Effect of microstructure on strength and ductility of high strength quasicrystal phase dispersed Mg-Zn-Y alloys

Recently, magnesium alloys with a dispersion of quasicrystalline icosahedral i-phase have been shown to exhibit very high strengths combined with ductility. However, effect of the i-phase and its amount has not been investigated comprehensively. To make a systematic investigation, two alloys of composition Mg-6x Zn-x Y, where x=0.5 and 1 at%, were chill cast and extruded at three different temperatures to produce various grain sizes with a dispersion of i-phase. The extruded alloys were tested in tension and compression. Very fine grains of micron and submicron size have been obtained, resulting in very high yield strengths of up to about 400 MPa accompanied by total elongations of over 12%. Microstructural features such as precipitation and texture have been studied, and mechanical properties such as strength and ductility in tension and compression have been determined.

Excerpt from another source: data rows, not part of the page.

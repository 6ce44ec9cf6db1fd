// Builds what `npm start` and the benches run: the server (and bench/, corpora/ scripts) with
// tsc into dist/, and the web client with vite into dist/client. Fast enough to run on every start.
import { spawnSync } from 'node:child_process';
import { existsSync } from 'node:fs';

function run(cmd, args) {
  const r = spawnSync(cmd, args, { stdio: 'inherit' });
  if (r.status !== 0) process.exit(r.status ?? 1);
}

run(process.execPath, ['node_modules/typescript/bin/tsc', '-p', 'tsconfig.build.json']);
if (existsSync('client/index.html')) run(process.execPath, ['node_modules/vite/bin/vite.js', 'build', '--logLevel', 'warn']);
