// `npm run bench NAME [args…]` builds, then runs dist/bench/NAME.js; with no NAME it lists them.
import { spawnSync } from 'node:child_process';
import { readdirSync } from 'node:fs';

const [name, ...rest] = process.argv.slice(2);
const build = spawnSync(process.execPath, ['scripts/build.mjs'], { stdio: 'inherit' });
if (build.status !== 0) process.exit(build.status ?? 1);
const names = readdirSync('dist/bench').filter((f) => f.endsWith('.js')).map((f) => f.slice(0, -3));
if (!name || !names.includes(name)) {
  console.log(`usage: npm run bench <name> [args]\nbenches: ${names.join(', ')}`);
  process.exit(name ? 2 : 0);
}
const r = spawnSync(process.execPath, ['--expose-gc', `dist/bench/${name}.js`, ...rest], { stdio: 'inherit' });
process.exit(r.status ?? 1);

As the grain size is refined, depending on the alloy composition and extrusion temperature, the texture is also modified, such that a higher strength resulting from finer grain size is accompanied by a reasonable elongation, of over 12%. In aged condition the Hall-Petch plots for tensile and compressive yield strengths are nearly parallel, with slopes in the range of 237-307 MPa μm−1/2. The Hall-Petch slopes of critically resolved shear stress of slip and twinning are nearly the same at about 63 MPa μm−1/2.